Michigan will conduct a nationwide search for a permanent replacement.

A graduate of Wayne State University’s medical school with a master’s degree from the University of Michigan School of Public Health, Bagdasarian said she’s “honored” to accept the role.

“I know we have a committed, resolute, and untiring team that cares deeply about public health and moving past this current crisis,” she said. “I look forward to collaborating with MDHHS and the Governor’s office and other state departments to address this challenge and any others that may present in the future.”

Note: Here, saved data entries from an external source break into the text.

"""Length units and the radius/diameter convention.

Every size is turned into a radius in millimetres on reading (pixels stay pixels, since a pixel has no
physical length until the user supplies the scale). Output converts back to the user's unit.
"""

from __future__ import annotations

import numpy as np

from allobranch.errors import OPTIONS_ORIGIN, option_error
from allobranch.intake.mapping import MEASURES

#: Millimetres per unit for every canonical unit; ``None`` means "no physical length" (pixels).
MM_PER_UNIT: dict[str, float | None] = {
    "nm": 1e-6,
    "um": 1e-3,
    "mm": 1.0,
    "cm": 10.0,
    "m": 1000.0,
    "in": 25.4,
    "px": None,
}

#: Other spellings accepted for a canonical unit.
UNIT_ALIASES: dict[str, str] = {
    "µm": "um",  # micro sign U+00B5
    "μm": "um",  # Greek small letter mu U+03BC
    "micron": "um",
    "microns": "um",
    "micrometre": "um",
    "micrometer": "um",
    "inch": "in",
    "pixel": "px",
    "pixels": "px",
}

#: Every unit spelling the user may give; used by code and messages alike.
ALLOWED_UNITS: tuple[str, ...] = (*MM_PER_UNIT, *UNIT_ALIASES)


def canonical_unit(unit: str, *, origin: str = OPTIONS_ORIGIN, key: str = "unit") -> str:
    """Return the canonical spelling of a length unit.

    Parameters
    ----------
    unit : str
        A unit as the user wrote it (case-insensitive, surrounding spaces ignored), e.g. ``"µm"``.
    origin : str
        Where the unit came from (recipe file or ``"<options>"``), used in the error message.
    key : str
        The recipe key or option name, used in the error message.

    Returns
    -------
    str
        One of the keys of :data:`MM_PER_UNIT`.

    Raises
    ------
    RecipeError
        If the unit is not known; the message lists :data:`ALLOWED_UNITS`.

    Examples
    --------
    >>> canonical_unit("µm")
    'um'
    """
    if isinstance(unit, str):
        text = unit.strip()
        lowered = text.lower()
        for candidate in (text, lowered):
            if candidate in MM_PER_UNIT:
                return candidate
            if candidate in UNIT_ALIASES:
                return UNIT_ALIASES[candidate]
    raise option_error(
        f"unknown length unit {unit!r} for '{key}'",
        f"use one of: {', '.join(ALLOWED_UNITS)}",
        "unknown_unit",
        origin,
    )


def radius_factor(unit: str, measure: str) -> float:
    """Factor turning a size in the user's unit and measure into a radius in the internal unit.

    Parameters
    ----------
    unit : str
        Canonical or alias unit (see :data:`ALLOWED_UNITS`); pixels give a factor of 1 (or 1/2).
    measure : {"radius", "diameter"}
        Whether the sizes are radii or diameters (diameters are halved).

    Returns
    -------
    float
        Multiply user sizes (and their absolute standard errors) by this factor.

    Examples
    --------
    >>> radius_factor("um", "diameter")
    0.0005
    """
    if measure not in MEASURES:
        raise option_error(
            f"unknown measure {measure!r}", f"use one of: {', '.join(MEASURES)}", "unknown_measure"
        )
    mm = MM_PER_UNIT[canonical_unit(unit)]
    scale = 1.0 if mm is None else mm
    return scale / 2.0 if measure == "diameter" else scale


def to_internal_radius(values: np.ndarray, unit: str, measure: str) -> np.ndarray:
    """Convert user sizes to radii in the internal unit (mm, or px for pixels).

    Parameters
    ----------
    values : numpy.ndarray
        Sizes (or absolute standard errors of sizes) in the user's unit and measure.
    unit : str
        The user's unit.
    measure : {"radius", "diameter"}
        Whether the values are radii or diameters.

    Returns
    -------
    numpy.ndarray
        Radii in mm (px stays px); a new array, the input is not changed.
    """
    return np.asarray(values, dtype=float) * radius_factor(unit, measure)


def from_internal_radius(values: np.ndarray, unit: str) -> np.ndarray:
    """Convert internal radii (mm, or px) back to radii in the user's unit.

    Parameters
    ----------
    values : numpy.ndarray
        Radii in the internal unit.
    unit : str
        The user's unit.

    Returns
    -------
    numpy.ndarray
        Radii in the user's unit (still radii, whatever the user's measure was).
    """
    return np.asarray(values, dtype=float) / radius_factor(unit, "radius")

Khaldun came to the state after leading the Detroit Health Department as director and health officer. News of her departure was met with regret within the local public health community, said Hess, of the Michigan Association of Local Public Health.

“I was just sending her a note to thank her for everything that she’s done,” Hess told Bridge.

Hess called Khaldun a “steady, consistent voice of reason” during a pandemic that has fueled political divides over masks, vaccines, and how best to treat a virus that has killed more than 20,800 Michiganders.

In a statement to Bridge Michigan Friday afternoon, Sen. Curt VanderWall, R-Ludington, wished Khaldun well. VanderWall chairs the Senate Health Policy and Human Services Committee, and has at times butted heads with the Whitmer administration over pandemic policies.

“Dr. Khaldun had a difficult role to play during the COVID-19 pandemic,” VanderWall said. “Although I didn’t always agree with her options and strategies, I have respected her credentials and genuine concern for those she serves through her profession.”